***** RECORD EXTRACTS
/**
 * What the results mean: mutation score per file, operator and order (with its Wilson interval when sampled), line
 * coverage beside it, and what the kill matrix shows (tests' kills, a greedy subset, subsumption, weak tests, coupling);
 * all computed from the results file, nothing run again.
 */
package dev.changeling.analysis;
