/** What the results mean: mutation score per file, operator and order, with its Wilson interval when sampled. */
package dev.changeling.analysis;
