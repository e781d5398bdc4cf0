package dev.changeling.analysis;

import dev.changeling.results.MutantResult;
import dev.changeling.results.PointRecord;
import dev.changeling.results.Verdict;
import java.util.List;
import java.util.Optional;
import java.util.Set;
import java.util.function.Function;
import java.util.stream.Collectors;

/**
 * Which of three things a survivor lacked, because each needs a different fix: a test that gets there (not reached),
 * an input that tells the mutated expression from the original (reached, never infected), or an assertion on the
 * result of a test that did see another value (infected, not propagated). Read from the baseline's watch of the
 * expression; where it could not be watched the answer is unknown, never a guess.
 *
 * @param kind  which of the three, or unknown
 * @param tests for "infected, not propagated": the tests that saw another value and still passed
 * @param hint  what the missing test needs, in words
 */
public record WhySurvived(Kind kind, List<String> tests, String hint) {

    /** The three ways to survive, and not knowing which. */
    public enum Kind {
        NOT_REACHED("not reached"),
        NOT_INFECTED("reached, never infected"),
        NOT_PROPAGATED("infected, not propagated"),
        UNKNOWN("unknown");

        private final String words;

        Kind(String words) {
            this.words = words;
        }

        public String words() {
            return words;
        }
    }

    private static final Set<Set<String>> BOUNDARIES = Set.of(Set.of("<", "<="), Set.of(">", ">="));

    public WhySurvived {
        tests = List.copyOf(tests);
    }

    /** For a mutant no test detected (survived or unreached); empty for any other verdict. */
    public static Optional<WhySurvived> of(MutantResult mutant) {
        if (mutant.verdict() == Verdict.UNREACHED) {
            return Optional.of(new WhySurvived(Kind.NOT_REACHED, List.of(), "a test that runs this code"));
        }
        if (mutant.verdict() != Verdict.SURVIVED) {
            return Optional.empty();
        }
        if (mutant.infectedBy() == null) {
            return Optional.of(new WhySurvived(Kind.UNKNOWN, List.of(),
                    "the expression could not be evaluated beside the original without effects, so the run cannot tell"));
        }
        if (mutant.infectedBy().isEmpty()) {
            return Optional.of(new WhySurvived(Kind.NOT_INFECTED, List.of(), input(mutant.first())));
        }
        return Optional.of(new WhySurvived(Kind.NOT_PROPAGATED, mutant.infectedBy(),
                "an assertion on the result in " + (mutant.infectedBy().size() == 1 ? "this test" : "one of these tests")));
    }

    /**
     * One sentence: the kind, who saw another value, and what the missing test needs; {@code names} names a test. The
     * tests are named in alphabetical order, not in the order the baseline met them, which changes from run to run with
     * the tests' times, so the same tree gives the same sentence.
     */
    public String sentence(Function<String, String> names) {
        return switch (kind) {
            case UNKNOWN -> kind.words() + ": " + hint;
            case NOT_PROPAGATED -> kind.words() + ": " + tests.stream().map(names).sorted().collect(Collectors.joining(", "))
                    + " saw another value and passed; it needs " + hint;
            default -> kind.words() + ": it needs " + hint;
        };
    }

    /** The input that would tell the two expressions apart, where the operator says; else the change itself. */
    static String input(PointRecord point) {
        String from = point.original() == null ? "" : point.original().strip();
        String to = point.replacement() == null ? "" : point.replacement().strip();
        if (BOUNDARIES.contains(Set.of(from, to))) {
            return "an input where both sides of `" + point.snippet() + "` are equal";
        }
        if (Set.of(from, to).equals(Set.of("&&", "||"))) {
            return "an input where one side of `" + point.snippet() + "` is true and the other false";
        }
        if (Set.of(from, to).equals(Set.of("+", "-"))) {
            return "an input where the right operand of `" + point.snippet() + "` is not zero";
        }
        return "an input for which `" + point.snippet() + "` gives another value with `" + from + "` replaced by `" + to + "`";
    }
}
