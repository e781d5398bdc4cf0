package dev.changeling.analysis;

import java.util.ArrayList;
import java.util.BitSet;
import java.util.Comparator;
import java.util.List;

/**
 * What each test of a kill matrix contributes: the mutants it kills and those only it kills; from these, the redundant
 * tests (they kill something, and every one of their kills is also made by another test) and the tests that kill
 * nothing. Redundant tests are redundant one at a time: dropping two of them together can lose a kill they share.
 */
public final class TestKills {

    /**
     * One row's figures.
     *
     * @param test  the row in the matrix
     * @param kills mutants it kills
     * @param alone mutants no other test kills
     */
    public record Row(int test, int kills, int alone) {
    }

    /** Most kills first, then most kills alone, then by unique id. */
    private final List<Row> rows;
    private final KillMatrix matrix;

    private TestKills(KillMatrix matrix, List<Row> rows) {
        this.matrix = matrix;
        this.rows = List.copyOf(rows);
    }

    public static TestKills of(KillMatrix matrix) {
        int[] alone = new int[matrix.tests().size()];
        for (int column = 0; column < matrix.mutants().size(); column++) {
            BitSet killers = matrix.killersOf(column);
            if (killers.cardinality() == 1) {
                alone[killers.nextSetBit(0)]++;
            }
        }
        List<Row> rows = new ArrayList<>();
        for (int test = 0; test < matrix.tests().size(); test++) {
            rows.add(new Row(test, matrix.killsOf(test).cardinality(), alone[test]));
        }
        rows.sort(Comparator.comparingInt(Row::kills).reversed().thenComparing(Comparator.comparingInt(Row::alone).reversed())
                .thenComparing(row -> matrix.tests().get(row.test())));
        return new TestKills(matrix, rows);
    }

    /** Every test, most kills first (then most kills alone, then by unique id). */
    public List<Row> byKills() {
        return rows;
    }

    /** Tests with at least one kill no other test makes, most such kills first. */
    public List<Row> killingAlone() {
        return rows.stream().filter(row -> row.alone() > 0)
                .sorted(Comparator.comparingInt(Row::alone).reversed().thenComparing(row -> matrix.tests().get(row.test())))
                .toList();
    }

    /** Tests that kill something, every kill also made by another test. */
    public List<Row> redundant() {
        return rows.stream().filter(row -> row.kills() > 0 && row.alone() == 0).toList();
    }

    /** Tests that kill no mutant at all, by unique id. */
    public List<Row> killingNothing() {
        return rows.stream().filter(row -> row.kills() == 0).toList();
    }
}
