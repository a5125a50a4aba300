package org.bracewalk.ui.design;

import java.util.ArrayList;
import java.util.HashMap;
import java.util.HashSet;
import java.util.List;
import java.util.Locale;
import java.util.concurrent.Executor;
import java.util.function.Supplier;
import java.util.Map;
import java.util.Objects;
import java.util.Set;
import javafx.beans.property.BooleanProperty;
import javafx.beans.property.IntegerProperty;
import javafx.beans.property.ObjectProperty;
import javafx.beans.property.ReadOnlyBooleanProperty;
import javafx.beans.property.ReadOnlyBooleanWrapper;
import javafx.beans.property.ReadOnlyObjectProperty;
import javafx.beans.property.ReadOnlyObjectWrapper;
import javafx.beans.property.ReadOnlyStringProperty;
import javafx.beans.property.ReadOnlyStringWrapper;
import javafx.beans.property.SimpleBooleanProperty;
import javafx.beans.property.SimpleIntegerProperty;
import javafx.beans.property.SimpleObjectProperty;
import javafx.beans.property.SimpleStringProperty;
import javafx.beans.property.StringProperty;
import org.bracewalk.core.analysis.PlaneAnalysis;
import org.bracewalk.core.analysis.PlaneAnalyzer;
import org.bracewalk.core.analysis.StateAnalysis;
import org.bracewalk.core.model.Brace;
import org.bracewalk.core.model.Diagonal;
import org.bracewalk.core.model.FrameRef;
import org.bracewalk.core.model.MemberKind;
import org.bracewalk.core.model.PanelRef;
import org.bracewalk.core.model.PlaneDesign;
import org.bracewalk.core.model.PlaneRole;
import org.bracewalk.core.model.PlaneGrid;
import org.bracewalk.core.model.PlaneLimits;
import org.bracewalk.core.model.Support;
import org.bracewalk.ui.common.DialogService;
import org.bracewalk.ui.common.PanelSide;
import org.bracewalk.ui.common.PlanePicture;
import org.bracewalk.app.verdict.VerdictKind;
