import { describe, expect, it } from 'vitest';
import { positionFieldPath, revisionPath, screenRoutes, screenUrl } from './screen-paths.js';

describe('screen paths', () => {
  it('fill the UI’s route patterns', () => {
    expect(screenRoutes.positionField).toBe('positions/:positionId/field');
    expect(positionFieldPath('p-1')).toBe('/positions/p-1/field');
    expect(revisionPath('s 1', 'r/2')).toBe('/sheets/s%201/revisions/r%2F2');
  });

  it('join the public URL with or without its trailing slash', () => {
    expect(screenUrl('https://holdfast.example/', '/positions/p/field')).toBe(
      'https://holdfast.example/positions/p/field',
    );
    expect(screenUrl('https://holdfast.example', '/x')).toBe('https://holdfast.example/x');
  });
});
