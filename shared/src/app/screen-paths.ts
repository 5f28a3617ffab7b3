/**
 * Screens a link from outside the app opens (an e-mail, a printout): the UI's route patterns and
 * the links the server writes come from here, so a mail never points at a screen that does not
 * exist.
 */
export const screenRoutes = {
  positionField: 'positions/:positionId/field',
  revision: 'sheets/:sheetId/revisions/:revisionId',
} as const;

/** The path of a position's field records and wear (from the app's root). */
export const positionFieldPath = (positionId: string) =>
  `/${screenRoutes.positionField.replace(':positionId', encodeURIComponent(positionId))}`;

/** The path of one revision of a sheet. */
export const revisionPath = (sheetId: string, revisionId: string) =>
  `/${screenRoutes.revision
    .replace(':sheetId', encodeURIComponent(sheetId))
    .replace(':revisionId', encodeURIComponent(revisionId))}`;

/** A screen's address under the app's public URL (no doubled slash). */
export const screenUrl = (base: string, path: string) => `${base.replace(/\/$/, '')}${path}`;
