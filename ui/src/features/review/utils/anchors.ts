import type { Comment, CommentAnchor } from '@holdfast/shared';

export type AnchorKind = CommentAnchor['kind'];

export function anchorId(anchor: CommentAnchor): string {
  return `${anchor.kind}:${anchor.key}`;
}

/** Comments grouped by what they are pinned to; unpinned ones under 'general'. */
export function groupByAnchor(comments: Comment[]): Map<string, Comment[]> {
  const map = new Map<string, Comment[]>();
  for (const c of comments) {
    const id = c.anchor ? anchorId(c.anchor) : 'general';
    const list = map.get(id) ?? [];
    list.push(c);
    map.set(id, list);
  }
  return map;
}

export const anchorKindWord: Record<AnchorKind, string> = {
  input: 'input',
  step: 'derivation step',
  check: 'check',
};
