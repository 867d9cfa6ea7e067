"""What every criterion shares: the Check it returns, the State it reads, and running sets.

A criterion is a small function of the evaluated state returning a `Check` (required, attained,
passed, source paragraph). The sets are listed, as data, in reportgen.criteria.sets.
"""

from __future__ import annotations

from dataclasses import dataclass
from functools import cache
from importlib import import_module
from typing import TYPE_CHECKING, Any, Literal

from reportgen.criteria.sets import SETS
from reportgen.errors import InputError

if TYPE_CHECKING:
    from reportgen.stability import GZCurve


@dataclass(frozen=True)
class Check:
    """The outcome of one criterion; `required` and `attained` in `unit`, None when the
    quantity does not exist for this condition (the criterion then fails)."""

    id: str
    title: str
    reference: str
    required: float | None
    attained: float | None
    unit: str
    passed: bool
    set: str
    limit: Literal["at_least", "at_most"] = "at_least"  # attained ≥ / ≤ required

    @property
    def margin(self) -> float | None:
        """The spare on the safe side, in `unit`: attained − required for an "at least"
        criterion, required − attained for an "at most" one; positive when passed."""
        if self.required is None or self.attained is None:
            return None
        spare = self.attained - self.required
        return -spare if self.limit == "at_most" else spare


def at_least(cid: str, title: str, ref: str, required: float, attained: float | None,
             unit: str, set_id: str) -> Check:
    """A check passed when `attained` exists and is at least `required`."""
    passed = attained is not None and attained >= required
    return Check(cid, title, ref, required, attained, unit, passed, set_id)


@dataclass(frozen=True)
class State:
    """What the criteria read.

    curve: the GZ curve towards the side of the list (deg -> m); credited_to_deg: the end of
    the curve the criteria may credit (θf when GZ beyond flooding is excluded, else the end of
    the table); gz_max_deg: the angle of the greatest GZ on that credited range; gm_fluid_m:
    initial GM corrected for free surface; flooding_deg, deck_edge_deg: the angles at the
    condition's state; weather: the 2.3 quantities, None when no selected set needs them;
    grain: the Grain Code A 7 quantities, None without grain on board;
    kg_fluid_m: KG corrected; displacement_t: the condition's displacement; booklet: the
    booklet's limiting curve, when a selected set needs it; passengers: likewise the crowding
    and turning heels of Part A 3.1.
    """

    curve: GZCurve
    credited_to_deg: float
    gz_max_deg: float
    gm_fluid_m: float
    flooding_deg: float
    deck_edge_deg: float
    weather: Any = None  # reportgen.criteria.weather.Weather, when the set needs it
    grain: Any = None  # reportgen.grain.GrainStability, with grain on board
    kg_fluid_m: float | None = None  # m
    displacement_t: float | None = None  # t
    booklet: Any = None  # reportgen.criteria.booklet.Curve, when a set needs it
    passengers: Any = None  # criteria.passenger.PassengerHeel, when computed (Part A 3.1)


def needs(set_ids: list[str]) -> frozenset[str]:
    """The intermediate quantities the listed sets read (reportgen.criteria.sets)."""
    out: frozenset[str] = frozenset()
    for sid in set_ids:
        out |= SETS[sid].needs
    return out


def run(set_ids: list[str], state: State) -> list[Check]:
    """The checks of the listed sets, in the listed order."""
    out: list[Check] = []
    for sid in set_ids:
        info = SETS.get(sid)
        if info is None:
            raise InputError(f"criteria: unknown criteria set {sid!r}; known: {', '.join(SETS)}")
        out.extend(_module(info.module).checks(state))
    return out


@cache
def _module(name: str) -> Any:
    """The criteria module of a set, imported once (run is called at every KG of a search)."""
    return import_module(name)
**********
* [TASK DETAILS]:
Could you please retype the lines from the start of the data through the line with "watch of the", both included, and nothing else?

* [ANSWER SECTION]:
/**
 * What the results mean: mutation score per file, operator and order (with its Wilson interval when sampled), line
 * coverage beside it, and what the kill matrix shows (tests' kills, a greedy subset, subsumption, weak tests, coupling);
 * all computed from the results file, nothing run again.
 */
package dev.changeling.analysis;
/** What the results mean: mutation score per file, operator and order, with its Wilson interval when sampled. */
package dev.changeling.analysis;
repository e781d5398bdc4cf0
package dev.changeling.analysis;

import dev.changeling.results.MutantResult;
import dev.changeling.results.PointRecord;
import dev.changeling.results.Verdict;
import java.util.List;
import java.util.Optional;
import java.util.Set;
import java.util.function.Function;
import java.util.stream.Collectors;

/**
 * Which of three things a survivor lacked, because each needs a different fix: a test that gets there (not reached),
 * an input that tells the mutated expression from the original (reached, never infected), or an assertion on the
 * result of a test that did see another value (infected, not propagated). Read from the baseline's watch of the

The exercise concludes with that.